--- What to produce ---
Return, from the listing that follows, each line containing the word "values".

--- Materials provided ---
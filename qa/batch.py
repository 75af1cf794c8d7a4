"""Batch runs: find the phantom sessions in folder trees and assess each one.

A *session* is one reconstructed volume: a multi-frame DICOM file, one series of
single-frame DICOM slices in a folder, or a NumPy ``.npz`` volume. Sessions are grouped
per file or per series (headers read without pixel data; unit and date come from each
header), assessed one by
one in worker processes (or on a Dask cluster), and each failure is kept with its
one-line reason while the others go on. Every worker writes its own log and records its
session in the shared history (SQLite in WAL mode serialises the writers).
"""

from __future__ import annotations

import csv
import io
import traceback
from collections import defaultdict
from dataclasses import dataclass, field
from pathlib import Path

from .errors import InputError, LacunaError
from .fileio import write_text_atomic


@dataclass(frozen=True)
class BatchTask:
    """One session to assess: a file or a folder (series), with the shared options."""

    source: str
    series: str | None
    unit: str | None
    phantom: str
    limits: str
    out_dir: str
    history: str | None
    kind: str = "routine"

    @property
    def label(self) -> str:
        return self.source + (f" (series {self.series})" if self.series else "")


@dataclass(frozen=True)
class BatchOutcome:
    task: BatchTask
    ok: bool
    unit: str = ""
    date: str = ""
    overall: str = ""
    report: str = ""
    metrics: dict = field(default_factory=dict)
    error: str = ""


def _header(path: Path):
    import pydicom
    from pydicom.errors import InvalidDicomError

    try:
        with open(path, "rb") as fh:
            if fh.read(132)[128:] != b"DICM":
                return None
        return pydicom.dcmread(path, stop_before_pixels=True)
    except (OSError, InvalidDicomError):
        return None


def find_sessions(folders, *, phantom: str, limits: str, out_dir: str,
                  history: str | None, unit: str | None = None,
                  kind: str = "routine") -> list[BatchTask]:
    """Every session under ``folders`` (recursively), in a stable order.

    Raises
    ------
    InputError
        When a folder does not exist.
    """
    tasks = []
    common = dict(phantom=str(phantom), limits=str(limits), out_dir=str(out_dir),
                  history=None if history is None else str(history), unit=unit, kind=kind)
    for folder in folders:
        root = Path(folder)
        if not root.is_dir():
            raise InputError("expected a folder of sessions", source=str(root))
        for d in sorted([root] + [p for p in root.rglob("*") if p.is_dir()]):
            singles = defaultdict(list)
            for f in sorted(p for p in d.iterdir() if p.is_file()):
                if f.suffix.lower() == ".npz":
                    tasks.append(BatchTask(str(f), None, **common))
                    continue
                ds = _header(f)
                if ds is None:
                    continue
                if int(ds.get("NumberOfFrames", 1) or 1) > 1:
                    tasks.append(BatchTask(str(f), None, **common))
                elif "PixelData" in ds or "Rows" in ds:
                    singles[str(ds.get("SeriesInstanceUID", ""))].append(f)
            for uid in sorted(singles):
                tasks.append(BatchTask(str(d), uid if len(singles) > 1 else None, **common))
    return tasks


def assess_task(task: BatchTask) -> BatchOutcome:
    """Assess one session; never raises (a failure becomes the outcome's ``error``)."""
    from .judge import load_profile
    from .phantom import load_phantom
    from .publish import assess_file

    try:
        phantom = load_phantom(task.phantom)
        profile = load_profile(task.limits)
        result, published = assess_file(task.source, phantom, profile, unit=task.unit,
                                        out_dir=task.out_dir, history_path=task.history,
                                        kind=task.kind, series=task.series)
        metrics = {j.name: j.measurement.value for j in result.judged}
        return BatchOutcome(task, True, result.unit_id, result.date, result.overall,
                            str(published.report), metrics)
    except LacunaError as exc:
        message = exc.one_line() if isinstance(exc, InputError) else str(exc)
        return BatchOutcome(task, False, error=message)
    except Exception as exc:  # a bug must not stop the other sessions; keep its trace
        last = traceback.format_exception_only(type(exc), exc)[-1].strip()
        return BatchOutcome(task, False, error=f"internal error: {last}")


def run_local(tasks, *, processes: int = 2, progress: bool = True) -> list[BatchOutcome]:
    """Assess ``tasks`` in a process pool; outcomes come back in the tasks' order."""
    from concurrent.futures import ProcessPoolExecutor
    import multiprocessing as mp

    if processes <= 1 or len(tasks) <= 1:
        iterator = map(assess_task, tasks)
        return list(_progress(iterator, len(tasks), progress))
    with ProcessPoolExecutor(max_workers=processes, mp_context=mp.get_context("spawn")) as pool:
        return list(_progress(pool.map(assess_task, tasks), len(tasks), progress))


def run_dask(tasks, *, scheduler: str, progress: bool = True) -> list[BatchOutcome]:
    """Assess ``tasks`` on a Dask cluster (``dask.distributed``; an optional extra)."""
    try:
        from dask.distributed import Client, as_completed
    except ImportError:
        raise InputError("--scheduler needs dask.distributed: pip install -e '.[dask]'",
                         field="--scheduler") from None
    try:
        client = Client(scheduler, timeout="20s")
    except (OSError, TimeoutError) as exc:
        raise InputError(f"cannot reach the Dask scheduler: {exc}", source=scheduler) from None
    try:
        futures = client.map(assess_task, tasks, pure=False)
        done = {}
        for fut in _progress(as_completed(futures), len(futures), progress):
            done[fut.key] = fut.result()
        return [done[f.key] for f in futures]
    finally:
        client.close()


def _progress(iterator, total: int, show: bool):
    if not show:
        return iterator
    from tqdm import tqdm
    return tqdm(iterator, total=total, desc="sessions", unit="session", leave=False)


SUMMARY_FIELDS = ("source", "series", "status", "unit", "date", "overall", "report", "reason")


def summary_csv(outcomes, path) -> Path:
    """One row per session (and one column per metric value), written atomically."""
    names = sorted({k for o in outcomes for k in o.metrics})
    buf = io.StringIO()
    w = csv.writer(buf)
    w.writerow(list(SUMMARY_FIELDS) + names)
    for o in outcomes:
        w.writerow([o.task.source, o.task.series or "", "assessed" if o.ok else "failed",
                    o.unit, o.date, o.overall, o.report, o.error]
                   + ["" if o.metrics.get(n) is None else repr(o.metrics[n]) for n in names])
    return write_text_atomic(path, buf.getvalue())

---

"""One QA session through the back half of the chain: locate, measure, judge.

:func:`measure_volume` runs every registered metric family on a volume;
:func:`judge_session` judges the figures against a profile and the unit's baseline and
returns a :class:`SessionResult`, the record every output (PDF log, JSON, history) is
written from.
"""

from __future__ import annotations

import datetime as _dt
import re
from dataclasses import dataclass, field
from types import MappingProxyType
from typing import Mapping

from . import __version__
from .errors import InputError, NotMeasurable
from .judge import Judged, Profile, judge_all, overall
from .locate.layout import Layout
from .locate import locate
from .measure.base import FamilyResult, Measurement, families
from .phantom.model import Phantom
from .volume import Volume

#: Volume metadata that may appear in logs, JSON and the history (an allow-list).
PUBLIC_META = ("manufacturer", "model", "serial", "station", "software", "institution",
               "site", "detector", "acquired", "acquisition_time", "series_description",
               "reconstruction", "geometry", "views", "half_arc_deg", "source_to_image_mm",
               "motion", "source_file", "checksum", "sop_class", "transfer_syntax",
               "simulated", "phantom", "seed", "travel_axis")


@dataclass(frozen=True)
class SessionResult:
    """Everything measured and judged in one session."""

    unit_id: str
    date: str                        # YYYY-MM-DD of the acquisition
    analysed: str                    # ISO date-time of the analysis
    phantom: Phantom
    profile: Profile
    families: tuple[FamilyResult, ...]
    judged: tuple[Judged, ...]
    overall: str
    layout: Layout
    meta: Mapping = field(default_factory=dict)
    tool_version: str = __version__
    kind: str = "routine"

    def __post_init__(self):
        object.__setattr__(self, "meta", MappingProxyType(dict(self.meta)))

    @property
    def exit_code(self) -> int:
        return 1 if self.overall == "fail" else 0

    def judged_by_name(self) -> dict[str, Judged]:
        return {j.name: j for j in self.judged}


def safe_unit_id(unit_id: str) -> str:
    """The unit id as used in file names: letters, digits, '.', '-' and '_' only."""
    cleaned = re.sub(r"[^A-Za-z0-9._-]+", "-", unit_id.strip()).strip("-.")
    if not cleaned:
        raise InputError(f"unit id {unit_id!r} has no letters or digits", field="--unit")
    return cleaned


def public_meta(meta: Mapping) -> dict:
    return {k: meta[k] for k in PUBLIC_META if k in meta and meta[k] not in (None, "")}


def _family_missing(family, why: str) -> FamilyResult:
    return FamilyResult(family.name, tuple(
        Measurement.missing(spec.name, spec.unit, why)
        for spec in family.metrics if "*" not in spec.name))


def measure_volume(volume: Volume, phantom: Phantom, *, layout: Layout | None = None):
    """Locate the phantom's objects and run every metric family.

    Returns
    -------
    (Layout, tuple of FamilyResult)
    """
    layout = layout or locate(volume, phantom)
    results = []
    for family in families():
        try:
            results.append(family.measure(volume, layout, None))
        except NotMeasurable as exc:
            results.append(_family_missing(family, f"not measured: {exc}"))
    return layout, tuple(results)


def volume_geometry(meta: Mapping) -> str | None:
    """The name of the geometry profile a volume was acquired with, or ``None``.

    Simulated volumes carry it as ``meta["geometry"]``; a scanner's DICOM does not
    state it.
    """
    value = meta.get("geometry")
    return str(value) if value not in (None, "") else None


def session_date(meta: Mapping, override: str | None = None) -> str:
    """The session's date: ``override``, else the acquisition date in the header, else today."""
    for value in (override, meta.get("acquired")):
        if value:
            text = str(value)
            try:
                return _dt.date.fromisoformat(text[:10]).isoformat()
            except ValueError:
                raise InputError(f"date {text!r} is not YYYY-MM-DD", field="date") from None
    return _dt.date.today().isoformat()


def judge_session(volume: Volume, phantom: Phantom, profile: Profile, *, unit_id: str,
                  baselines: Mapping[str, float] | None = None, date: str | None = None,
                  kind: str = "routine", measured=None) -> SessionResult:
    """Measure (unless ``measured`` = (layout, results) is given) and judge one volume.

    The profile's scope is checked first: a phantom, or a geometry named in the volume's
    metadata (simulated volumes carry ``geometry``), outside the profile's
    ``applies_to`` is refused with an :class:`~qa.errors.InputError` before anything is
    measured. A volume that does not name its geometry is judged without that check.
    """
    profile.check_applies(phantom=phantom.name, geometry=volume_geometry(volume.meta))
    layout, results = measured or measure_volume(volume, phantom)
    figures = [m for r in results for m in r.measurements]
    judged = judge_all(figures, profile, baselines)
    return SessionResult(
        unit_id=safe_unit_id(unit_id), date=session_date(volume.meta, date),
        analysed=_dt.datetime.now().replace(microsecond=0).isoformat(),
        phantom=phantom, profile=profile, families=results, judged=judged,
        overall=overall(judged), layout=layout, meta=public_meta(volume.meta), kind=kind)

--

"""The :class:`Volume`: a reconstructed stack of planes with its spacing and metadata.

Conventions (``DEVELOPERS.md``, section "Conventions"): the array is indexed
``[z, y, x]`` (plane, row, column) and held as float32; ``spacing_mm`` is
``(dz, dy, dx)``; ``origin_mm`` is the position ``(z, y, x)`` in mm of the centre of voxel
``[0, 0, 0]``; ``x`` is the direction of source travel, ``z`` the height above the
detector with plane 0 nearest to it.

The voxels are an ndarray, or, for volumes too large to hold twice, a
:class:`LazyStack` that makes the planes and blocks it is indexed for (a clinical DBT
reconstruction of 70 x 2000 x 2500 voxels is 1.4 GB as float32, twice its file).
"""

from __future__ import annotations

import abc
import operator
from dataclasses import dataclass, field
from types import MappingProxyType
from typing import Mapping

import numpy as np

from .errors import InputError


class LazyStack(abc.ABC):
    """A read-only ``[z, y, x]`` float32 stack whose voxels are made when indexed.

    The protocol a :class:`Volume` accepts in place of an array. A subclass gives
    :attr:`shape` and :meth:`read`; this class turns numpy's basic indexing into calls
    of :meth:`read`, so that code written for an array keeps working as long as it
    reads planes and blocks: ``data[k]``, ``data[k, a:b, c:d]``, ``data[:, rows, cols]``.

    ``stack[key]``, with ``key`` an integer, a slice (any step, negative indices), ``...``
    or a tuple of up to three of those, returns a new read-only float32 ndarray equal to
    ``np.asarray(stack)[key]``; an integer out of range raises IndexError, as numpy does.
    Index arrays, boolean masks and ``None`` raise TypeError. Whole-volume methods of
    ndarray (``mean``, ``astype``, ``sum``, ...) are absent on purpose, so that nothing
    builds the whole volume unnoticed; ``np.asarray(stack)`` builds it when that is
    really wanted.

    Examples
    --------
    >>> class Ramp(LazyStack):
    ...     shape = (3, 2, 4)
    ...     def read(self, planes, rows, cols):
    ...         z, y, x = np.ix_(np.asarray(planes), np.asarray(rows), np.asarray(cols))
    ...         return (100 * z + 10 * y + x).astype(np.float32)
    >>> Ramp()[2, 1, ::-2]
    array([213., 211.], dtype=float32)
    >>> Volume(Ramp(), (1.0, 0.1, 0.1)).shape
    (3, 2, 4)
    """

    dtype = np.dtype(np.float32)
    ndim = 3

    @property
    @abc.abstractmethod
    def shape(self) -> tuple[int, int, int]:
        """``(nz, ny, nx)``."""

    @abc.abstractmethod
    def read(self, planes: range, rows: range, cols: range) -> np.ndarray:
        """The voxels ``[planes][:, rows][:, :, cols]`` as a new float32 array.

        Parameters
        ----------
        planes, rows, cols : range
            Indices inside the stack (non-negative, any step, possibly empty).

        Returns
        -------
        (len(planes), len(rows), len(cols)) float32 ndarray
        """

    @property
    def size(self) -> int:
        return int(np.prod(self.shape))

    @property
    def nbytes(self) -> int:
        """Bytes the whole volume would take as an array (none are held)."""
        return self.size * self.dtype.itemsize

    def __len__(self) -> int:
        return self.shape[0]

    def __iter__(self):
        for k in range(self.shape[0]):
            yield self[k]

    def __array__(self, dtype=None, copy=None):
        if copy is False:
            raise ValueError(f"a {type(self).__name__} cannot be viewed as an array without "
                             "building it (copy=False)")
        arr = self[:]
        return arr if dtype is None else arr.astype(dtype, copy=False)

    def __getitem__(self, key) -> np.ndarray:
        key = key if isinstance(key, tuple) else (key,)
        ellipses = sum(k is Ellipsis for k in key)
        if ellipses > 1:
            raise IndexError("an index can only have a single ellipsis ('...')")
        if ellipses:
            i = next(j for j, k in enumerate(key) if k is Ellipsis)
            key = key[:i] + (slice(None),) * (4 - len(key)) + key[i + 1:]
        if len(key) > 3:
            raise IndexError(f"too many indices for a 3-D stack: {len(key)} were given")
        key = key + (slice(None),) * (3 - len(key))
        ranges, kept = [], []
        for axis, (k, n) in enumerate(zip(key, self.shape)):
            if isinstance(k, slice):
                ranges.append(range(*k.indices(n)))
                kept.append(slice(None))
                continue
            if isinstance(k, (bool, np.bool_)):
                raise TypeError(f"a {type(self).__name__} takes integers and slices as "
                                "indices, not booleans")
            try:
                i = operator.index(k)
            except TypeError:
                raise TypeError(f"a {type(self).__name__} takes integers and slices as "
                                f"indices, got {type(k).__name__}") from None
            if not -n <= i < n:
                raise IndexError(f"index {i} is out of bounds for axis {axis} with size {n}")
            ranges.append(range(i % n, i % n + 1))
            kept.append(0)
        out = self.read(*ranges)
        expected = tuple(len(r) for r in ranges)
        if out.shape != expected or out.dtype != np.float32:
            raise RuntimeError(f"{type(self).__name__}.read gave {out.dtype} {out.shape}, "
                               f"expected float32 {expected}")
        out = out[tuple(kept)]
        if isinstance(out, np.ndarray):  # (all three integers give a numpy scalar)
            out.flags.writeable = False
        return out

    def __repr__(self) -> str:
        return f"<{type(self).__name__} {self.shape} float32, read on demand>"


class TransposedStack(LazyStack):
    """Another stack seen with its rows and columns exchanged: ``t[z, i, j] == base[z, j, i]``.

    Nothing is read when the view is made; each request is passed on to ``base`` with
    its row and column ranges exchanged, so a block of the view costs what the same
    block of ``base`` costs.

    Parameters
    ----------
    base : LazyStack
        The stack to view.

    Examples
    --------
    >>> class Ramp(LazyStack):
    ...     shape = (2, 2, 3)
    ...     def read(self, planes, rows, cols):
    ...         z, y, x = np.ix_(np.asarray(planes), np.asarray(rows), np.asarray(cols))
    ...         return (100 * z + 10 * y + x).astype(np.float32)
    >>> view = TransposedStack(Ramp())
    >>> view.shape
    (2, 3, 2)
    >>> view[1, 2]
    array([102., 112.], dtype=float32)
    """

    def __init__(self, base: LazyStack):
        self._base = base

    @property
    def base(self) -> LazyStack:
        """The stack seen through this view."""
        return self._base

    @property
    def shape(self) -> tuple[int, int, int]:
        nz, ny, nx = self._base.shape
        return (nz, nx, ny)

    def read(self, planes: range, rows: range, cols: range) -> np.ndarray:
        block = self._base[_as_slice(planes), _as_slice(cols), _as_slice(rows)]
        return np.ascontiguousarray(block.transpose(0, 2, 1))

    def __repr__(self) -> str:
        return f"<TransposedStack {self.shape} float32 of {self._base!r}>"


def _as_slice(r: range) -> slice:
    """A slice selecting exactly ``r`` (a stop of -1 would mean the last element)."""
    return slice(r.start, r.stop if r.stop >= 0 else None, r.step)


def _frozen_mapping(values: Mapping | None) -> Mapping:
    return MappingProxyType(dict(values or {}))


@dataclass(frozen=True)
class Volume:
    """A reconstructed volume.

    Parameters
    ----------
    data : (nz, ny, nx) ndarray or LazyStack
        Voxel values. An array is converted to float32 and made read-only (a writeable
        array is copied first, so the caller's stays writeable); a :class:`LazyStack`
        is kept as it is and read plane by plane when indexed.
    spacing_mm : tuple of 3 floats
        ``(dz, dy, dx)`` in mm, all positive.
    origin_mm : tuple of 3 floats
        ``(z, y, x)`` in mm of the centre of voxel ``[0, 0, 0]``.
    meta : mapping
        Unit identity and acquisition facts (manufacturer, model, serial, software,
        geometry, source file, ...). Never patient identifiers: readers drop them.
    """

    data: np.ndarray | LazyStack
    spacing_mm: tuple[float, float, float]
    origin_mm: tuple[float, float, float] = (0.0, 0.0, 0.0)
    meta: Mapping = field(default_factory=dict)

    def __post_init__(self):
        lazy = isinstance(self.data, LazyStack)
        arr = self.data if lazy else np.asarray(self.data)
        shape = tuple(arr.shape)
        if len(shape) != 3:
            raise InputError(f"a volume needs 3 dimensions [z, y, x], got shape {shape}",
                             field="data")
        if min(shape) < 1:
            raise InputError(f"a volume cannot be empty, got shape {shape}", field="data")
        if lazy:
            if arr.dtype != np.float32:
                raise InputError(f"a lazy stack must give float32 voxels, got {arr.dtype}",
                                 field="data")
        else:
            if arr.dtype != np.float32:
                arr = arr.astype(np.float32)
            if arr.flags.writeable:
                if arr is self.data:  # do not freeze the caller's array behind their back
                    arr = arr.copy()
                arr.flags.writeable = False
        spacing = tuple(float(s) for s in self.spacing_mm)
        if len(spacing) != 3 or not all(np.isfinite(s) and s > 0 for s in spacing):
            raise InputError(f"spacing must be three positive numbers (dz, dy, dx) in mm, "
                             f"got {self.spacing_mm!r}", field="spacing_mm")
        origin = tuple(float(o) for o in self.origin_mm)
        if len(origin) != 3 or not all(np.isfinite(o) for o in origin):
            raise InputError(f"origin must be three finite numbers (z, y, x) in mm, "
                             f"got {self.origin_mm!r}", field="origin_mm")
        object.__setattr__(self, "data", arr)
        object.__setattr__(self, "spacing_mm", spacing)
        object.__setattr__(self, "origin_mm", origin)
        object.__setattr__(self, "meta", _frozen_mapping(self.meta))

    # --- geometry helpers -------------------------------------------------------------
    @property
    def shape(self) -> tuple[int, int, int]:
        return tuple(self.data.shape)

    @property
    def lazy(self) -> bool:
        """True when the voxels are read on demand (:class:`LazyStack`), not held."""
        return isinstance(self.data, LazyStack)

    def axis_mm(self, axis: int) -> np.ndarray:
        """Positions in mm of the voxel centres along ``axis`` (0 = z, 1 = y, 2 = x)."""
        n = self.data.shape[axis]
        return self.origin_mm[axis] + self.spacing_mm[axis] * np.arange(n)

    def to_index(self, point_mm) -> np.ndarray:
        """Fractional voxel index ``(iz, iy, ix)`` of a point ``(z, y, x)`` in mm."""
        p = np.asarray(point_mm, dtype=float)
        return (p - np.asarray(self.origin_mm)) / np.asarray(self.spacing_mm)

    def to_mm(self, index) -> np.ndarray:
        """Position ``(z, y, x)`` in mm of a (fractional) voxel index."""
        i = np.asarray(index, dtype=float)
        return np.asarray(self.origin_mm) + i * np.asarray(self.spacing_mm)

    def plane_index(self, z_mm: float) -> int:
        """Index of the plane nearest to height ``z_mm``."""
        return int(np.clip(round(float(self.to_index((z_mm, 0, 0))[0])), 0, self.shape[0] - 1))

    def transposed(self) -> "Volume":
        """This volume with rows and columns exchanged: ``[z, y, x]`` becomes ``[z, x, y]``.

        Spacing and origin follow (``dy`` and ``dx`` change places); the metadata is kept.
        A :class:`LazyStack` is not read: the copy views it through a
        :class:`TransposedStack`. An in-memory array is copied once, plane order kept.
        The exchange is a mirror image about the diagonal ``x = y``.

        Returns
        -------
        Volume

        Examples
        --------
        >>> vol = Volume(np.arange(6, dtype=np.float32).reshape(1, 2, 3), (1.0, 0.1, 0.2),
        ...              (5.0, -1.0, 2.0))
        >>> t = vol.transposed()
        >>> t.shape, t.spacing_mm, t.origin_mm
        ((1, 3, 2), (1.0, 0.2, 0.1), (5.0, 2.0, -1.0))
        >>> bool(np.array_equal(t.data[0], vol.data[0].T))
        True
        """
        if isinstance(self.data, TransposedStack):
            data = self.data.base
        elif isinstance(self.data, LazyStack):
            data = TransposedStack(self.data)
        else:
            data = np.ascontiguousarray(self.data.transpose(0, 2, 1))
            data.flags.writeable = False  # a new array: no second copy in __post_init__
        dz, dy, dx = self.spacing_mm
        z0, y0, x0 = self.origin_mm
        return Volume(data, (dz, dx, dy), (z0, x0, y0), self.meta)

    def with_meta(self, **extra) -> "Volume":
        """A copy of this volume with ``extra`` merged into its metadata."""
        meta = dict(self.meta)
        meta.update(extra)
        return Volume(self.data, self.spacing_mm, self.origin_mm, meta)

--- Result of this exercise ---
def _frozen_mapping(values: Mapping | None) -> Mapping:
    return MappingProxyType(dict(values or {}))
        Voxel values. An array is converted to float32 and made read-only (a writeable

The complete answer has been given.